Surge: Key Objectives
L1+L2 100,000+ TPS
Keeping L1 decentralized and robust
At least some L2 fully inherits the core properties of Ethereum (trustlessness, openness, censorship resistance)
Maximum interoperability between L2s. Ethereum should feel like one ecosystem, not 34 different blockchains.
The Scalability Trilemma
The scalability trilemma is an idea proposed in 2017 that posits that there is a tension between three properties of a blockchain: decentralization (more specifically: low cost of running a node), scalability (more specifically: low latency), and cost-effectiveness. Specifically: processing a large number of transactions) and security (more specifically: an attacker would need to compromise a majority of the nodes in the entire network to make a single transaction fail).
It is worth noting that the trilemma is not a theorem, and the post introducing the trilemma does not come with a mathematical proof. It gives a heuristic mathematical argument: if a decentralization-friendly node (such as a consumer laptop) can verify N transactions, and you have a chain that processes k*N transactions per second, then (i) each transaction can only be seen by 1/k of the nodes, which means that an attacker only needs to compromise a few nodes Either (i) your nodes will become powerful and your chain is not decentralized. The purpose of this post was never to show that breaking the trilemma is impossible; rather, it was to Shows that breaking the trilemma is difficult—it requires somehow thinking outside the box that the argument implies.

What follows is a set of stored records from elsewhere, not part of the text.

"""The site API (strewn.load_site and the Site's computations) against the command's JSON on the
bundled scenarios: the same engine calls (strewn/assess.hpp, design.hpp, deposition.hpp,
site_map.hpp), so the same values to the last bit. The command's JSON also carries
`strewn_version`, `units`, `caution` and fixed explanations (deposition's `grid.conventions`,
aim's `search_guarantee`), which the module leaves out; the module adds `status`
(strewn/status.hpp)."""
import csv
import io
import json
import math
import warnings

import numpy as np
import pytest

import strewn

ASSESS_SCENARIOS = ["shapes/throwing_lane.toml", "shapes/drone_drop.toml", "shapes/lawn_sprinkler.toml",
                    "shapes/small_lawn_heads.toml", "shapes/seed_drop_zone.toml",
                    "tests/data/cli/placed_zones.toml", "tests/data/cli/closed_form_disk.toml",
                    "shapes/town_park.toml"]

CLI_ONLY = {"strewn_version", "units", "caution", "conventions", "search_guarantee"}


def same_fields(module, cli, where="", ignore=("status",)):
    """Every field of the CLI's JSON (less CLI_ONLY) is in the module's record with the same
    value; the module has no other field than `status`."""
    if isinstance(cli, dict):
        assert isinstance(module, dict), where
        extra = set(module) - set(cli) - set(ignore)
        assert not extra, f"{where}: module-only fields {extra}"
        for k, v in cli.items():
            if k in CLI_ONLY:
                continue
            assert k in module, f"{where}: {k} missing"
            same_fields(module[k], v, f"{where}.{k}", ignore)
    elif isinstance(cli, list):
        assert len(module) == len(cli), where
        for i, (a, b) in enumerate(zip(module, cli)):
            same_fields(a, b, f"{where}[{i}]", ignore)
    else:
        assert module == cli, f"{where}: {module!r} != {cli!r}"


@pytest.mark.parametrize("scenario", ASSESS_SCENARIOS)
def test_assess_records_are_the_cli_zones(scenario, source_dir, cli_json):
    site = strewn.load_site(source_dir / scenario)
    records = site.assess()
    expected = cli_json("assess", source_dir / scenario)
    same_fields(records, expected["zones"], scenario)
    assert all(r["status"] in ("converged", "tolerance not met") for r in records)
    assert site.zone_names == [z["name"] for z in expected["zones"]]


def test_assess_with_method_and_tolerance(source_dir, cli_json):
    path = source_dir / "shapes/throwing_lane.toml"
    records = strewn.load_site(path).assess(method="cubature", rel_tol=1e-6, verify=True)
    expected = cli_json("assess", path, "--method", "cubature", "--tolerance", "1e-6", "--verify")
    same_fields(records, expected["zones"])


def test_records_make_a_data_frame(source_dir):
    pd = pytest.importorskip("pandas")
    records = strewn.load_site(source_dir / "shapes/throwing_lane.toml").assess()
    assert list(pd.DataFrame(records)["name"]) == [r["name"] for r in records]


def test_risk_map_is_the_cli_grid(source_dir, cli_json, cli, tmp_path):
    path = source_dir / "shapes/throwing_lane.toml"
    m = strewn.load_site(path).risk_map(cells=40, per="session")
    out = tmp_path / "grid.csv"
    summary = cli_json("map", path, "--cells", 40, "--per", "session", "--csv", out)
    rows = list(csv.reader(io.StringIO(out.read_text())))[1:]
    assert m.risk.shape == (summary["grid"]["rows"], summary["grid"]["columns"])
    # The CSV prints x, y with 9 digits, risk with 17 and its bound with 3.
    x = np.array([float(r[0]) for r in rows]).reshape(m.risk.shape)
    y = np.array([float(r[1]) for r in rows]).reshape(m.risk.shape)
    risk = np.array([float(r[2]) for r in rows]).reshape(m.risk.shape)
    bound = np.array([float(r[3]) for r in rows]).reshape(m.risk.shape)
    assert np.allclose(m.x, x, rtol=1e-8, atol=1e-8) and np.allclose(m.y, y, rtol=1e-8, atol=1e-8)
    assert np.array_equal(m.risk, risk)
    assert np.allclose(m.bound, bound, rtol=1e-2, atol=0)
    assert m.risk.max() == summary["max_risk"]
    assert m.info["footprint"] == summary["footprint"] and m.info["per"] == "session"
    assert m.info["spacing_m"] == summary["grid"]["spacing_m"]
    assert [c["label"] for c in m.contours] == [c["label"] for c in summary["contours"]]
    assert [len(c["lines"]) for c in m.contours] == [c["lines"] for c in summary["contours"]]


def test_a_source_given_only_its_mean_is_aimed_at_it_on_a_utm_site(source_dir, cli_json):
    # The trial's file: mean in UTM metres, no aim. The default extent is the site (not the
    # origin as well), as in `strewn map`, and the map is not zero everywhere.
    path = source_dir / "tests/data/cli/utm/mean_only.toml"
    m = strewn.load_site(path).risk_map(cells=20)
    summary = cli_json("map", path, "--cells", 20)
    assert m.info["spacing_m"] == summary["grid"]["spacing_m"] < 2.0
    assert m.x.min() > 512330.0 and m.y.min() > 5403700.0
    assert m.risk.max() == summary["max_risk"] > 0.01
    # A position in a repr is to the millimetre, not six significant figures (5.40371e+06).
    n = strewn.Normal((512350.5, 5403712.25), np.eye(2))
    assert "mean=(512350.5, 5403712.25)" in repr(n)


def test_risk_map_warns_as_the_cli_when_its_extent_holds_nothing(source_dir, cli):
    # The same words as `strewn map --extent` prints (cli/commands/map.cpp), with the keyword's
    # name; the map is still made. An extent over the site says nothing.
    path = source_dir / "tests/data/cli/utm/mean_only.toml"
    site = strewn.load_site(path)
    with pytest.warns(UserWarning) as caught:
        m = site.risk_map(cells=4, extent=(0, 0, 10, 10))
    empty = [w for w in caught if "holds no zone" in str(w.message)]
    assert len(empty) == 1 and empty[0].filename == __file__  # points at the caller's line
    status, _, err = cli("map", path, "--cells", 4, "--extent", 0, 0, 10, 10)
    assert status == 0
    assert "strewn: warning: --" + str(empty[0].message) + "\n" in err
    assert m.risk.shape == (4, 4) and m.risk.max() == 0.0
    with warnings.catch_warnings(record=True) as over_site:
        warnings.simplefilter("always")
        site.risk_map(cells=4, extent=(512340, 5403700, 512370, 5403730))
    assert not [w for w in over_site if "holds no zone" in str(w.message)]


def test_risk_map_warns_as_the_cli_when_its_cells_are_wider_than_the_risk_s_peak(source_dir, cli):
    # 4 cells over 30 m (7.5 m each) under a spread of decimetres: a peak between cell centres
    # is missed, and the map says so (the command's warning, with the keywords' names).
    path = source_dir / "tests/data/cli/utm/mean_only.toml"
    site = strewn.load_site(path)
    with pytest.warns(UserWarning, match="wider than the narrowest peak of the risk") as caught:
        site.risk_map(cells=4, extent=(512340, 5403700, 512370, 5403730))
    coarse = [str(w.message) for w in caught if "narrowest peak" in str(w.message)]
    assert len(coarse) == 1 and coarse[0].endswith("(extent=, cells=)")
    status, _, err = cli("map", path, "--cells", 4, "--extent", 512340, 5403700, 512370, 5403730)
    assert status == 0
    assert coarse[0].replace("(extent=, cells=)", "(--extent, --cells)") in err
    with warnings.catch_warnings():
        warnings.simplefilter("error")
        site.risk_map(cells=400, extent=(512340, 5403700, 512370, 5403730))


def test_risk_map_per_year_with_an_extent(source_dir, cli_json, tmp_path):
    path = source_dir / "shapes/drone_drop.toml"
    site = strewn.load_site(path)
    m = site.risk_map(cells=24, per="year", extent=(-5, -5, 5, 5), footprint="disk",
                      footprint_params={"radius": 0.3})
    out = tmp_path / "grid.csv"
    cli_json("map", path, "--cells", 24, "--per", "year", "--extent", -5, -5, 5, 5, "--footprint", "disk",
             "--footprint-params", '{"radius": 0.3}', "--csv", out)
    risk = np.array([float(r.split(",")[2]) for r in out.read_text().splitlines()[1:]])
    assert np.array_equal(m.risk.ravel(), risk)


@pytest.mark.parametrize("args, kwargs", [
    (["shapes/throwing_lane.toml", "--zone", "spectator bench", "--direction", -1, 0],
     dict(zone="spectator bench", direction=(-1, 0))),
    (["shapes/lawn_sprinkler.toml", "--source", "rotor, east quarter of the sweep", "--direction", 0, 1],
     dict(source="rotor, east quarter of the sweep", direction=(0, 1))),
    (["shapes/throwing_lane.toml", "--person", 2, 3, "--limit", 1e-5, "--per", "session", "--max-move", 20],
     dict(person=(2, 3), limit=1e-5, per="session", max_move=20)),
])
def test_solve_clearance_is_the_cli(args, kwargs, source_dir, cli_json):
    site = strewn.load_site(source_dir / args[0])
    same_fields(site.solve_clearance(**kwargs), cli_json("solve", "clearance", source_dir / args[0], *args[1:]))


def test_solve_spacing_is_the_cli(source_dir, cli_json):
    # The demo pitch's spacing answer (docs/irrigation.md) and a failing request, field by field
    # against `strewn solve spacing --format json` (a metric site: metres and litres in both).
    path = source_dir / "shapes/sports_pitch_rotors.toml"
    site = strewn.load_site(path)
    found = site.solve_spacing(min_cu=80, max_litres_per_zone=60, most=2)
    same_fields(found, cli_json("solve", "spacing", path, "--min-cu", 80, "--max-water-per-zone", 60, "--most", 2))
    assert found["found"] and found["answer"]["cu_percent"] >= 80 and found["beyond"]["cu_percent"] < 80
    none = site.solve_spacing("pitch rotors", min_du=99.9, steps=4)
    same_fields(none, cli_json("solve", "spacing", path, "--layout", "pitch rotors", "--min-du", 99.9, "--steps", 4))
    assert not none["found"] and "DU" in none["why"]
    with pytest.raises(strewn.InputError, match="min_cu must be a percentage"):
        site.solve_spacing(min_cu=120)
    with pytest.raises(strewn.InputError, match="at least one limit"):
        site.solve_spacing()


def test_solve_spread_and_aim_are_the_cli(source_dir, cli_json):
    path = source_dir / "shapes/drone_drop.toml"
    site = strewn.load_site(path)
    same_fields(site.solve_spread(), cli_json("solve", "spread", path))
    same_fields(site.solve_aim("parcel drop"), cli_json("solve", "aim", path, "--source", "parcel drop"))
    lane = source_dir / "shapes/throwing_lane.toml"
    same_fields(strewn.load_site(lane).solve_spread("league thrower", min_factor=0.1, max_factor=10),
                cli_json("solve", "spread", lane, "--source", "league thrower", "--min", 0.1, "--max", 10))
    for name in ("solve_aim_door.toml", "solve_aim_impossible.toml"):
        p = source_dir / "tests/data/cli" / name
        same_fields(strewn.load_site(p).solve_aim(grid=11), cli_json("solve", "aim", p, "--grid", 11))


@pytest.mark.parametrize("scenario", ["shapes/small_lawn_heads.toml", "shapes/seed_drop_zone.toml",
                                      "tests/data/cli/deposition_uniform.toml", "shapes/sports_pitch_rotors.toml"])
def test_deposition_is_the_cli(scenario, source_dir, cli_json):
    d = strewn.load_site(source_dir / scenario).deposition()
    same_fields(d, cli_json("deposition", source_dir / scenario), scenario)


def one_line(e):
    text = str(e.value)
    assert text and "\n" not in text
    return text
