TEST_CASE("sweep --gpkg writes the CSV's rows, the combinations and the summary as GeoPackage tables", "[sweep][gis]") {
  // Read back by GDAL's own ogr2ogr (Debian's gdal-bin) as CSV, cell for cell equal to the CSV
  // output (numbers to ogr2ogr's 15 printed digits).
  write(dir + "sweep_base.toml", scenario(0, 0, 0, 1, 10));
  write(dir + "sweep_check.toml", kStudy);
  const std::string gpkg = dir + "sweep_check.gpkg", csv = dir + "sweep_check_for_gpkg.csv";
  std::remove(gpkg.c_str());
  const auto r = run({"sweep", dir + "sweep_check.toml", "--csv", csv, "--gpkg", gpkg});
  INFO(r.err);
  REQUIRE((r.status == 0 || r.status == 3));
  const std::string back = dir + "sweep_check_from_gpkg.csv";
  std::remove(back.c_str());
  const strewn::test::ToolRun t = strewn::test::run_tool("ogr2ogr -f CSV " + back + " " + gpkg + " rows");
  INFO(t.out);
  REQUIRE(t.status == 0);
  const auto ours = csv_rows(read_file(csv)), gdal = csv_rows(read_file(back));
  REQUIRE(ours.size() == 64);
  REQUIRE(gdal.size() == ours.size());
  for (std::size_t i = 0; i < ours.size(); ++i) {
    REQUIRE(gdal[i].size() == ours[i].size());
    for (std::size_t k = 0; k < ours[i].size(); ++k) {
      INFO("row " << i + 1 << ", column " << k + 1 << ": " << ours[i][k] << " vs " << gdal[i][k]);
      char* end = nullptr;
      const double a = std::strtod(ours[i][k].c_str(), &end);
      if (!ours[i][k].empty() && *end == '\0') CHECK(std::stod(gdal[i][k]) == Approx(a).epsilon(1e-14).margin(1e-300));
      else CHECK(gdal[i][k] == ours[i][k]);
    }
  }
  // The header's axis columns keep their names (with the unit).
  CHECK_THAT(read_file(back), Catch::Contains("bench offset_x (m)"));
  const strewn::test::ToolRun layers = strewn::test::run_tool("ogrinfo -ro -q " + gpkg);
  CHECK_THAT(layers.out, Catch::Contains("rows") && Catch::Contains("combinations") && Catch::Contains("study"));
  const strewn::test::ToolRun study = strewn::test::run_tool("ogrinfo -ro -q " + gpkg + " study");
  CHECK_THAT(study.out, Catch::Contains("meeting_every_limit") && Catch::Contains("base_scenario"));
  const strewn::test::ToolRun combos = strewn::test::run_tool("ogrinfo -ro -so " + gpkg + " combinations");
  CHECK_THAT(combos.out, Catch::Contains("Feature Count: 32"));
}

TEST_CASE("sweep prints the base scenario's path normalised", "[sweep]") {
  const auto r = run({"sweep", STREWN_SOURCE_DIR "/shapes/studies/fire_door_study.toml"});
  CHECK_THAT(r.out, Catch::Contains("base scenario: " STREWN_SOURCE_DIR "/shapes/throwing_lane.toml") &&
                        !Catch::Contains("/../"));
}

// A layout's spacing (layout_spacing) on the demo pitch, shapes/sports_pitch_rotors.toml: each
// combination's rows against separate `assess` and `deposition` runs of the pitch with that
// spacing typed into its [[layout]] (the reader places the heads; the sweep places them again).
namespace {

const std::string kPitch = STREWN_SOURCE_DIR "/shapes/sports_pitch_rotors.toml";

std::string pitch_with_spacing(double spacing) {
  std::string text = read_file(kPitch);
  const auto replace = [&](const std::string& from, const std::string& to) {
    const std::size_t at = text.find(from);
    REQUIRE(at != std::string::npos);
    text.replace(at, from.size(), to);
  };
  std::ostringstream v;
  v.precision(17);
  v << "spacing = " << spacing;
  replace("spacing = \"head-to-head\"", v.str());
  replace("\"field_data/rotor_profile.csv\"", "\"" STREWN_SOURCE_DIR "/shapes/field_data/rotor_profile.csv\"");
  return text;
}

}  // namespace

Over the years, some high-performance chains have often claimed that they solved the trilemma without doing anything clever at the infrastructure level, usually by using software engineering tricks to optimize nodes. This is always misleading and in such cases Running a node in L1chain has always been much harder than running one in Ethereum. This post explores many of the subtleties of why this is the case (and why L1 client software engineering alone cannot scale Ethereum itself).
However, the combination of data availability sampling and SNARKs does solve the trilemma: it allows a client to verify that a certain amount of data is available, and that a certain number of computational steps were performed correctly, while only downloading a small portion of that data and running The computational effort is much smaller. SNARK is trustless. Data availability sampling has a subtle minority-N trust model, but it retains the fundamental property of a non-scalable chain that even a 51% attack cannot force the network to accept a bad block.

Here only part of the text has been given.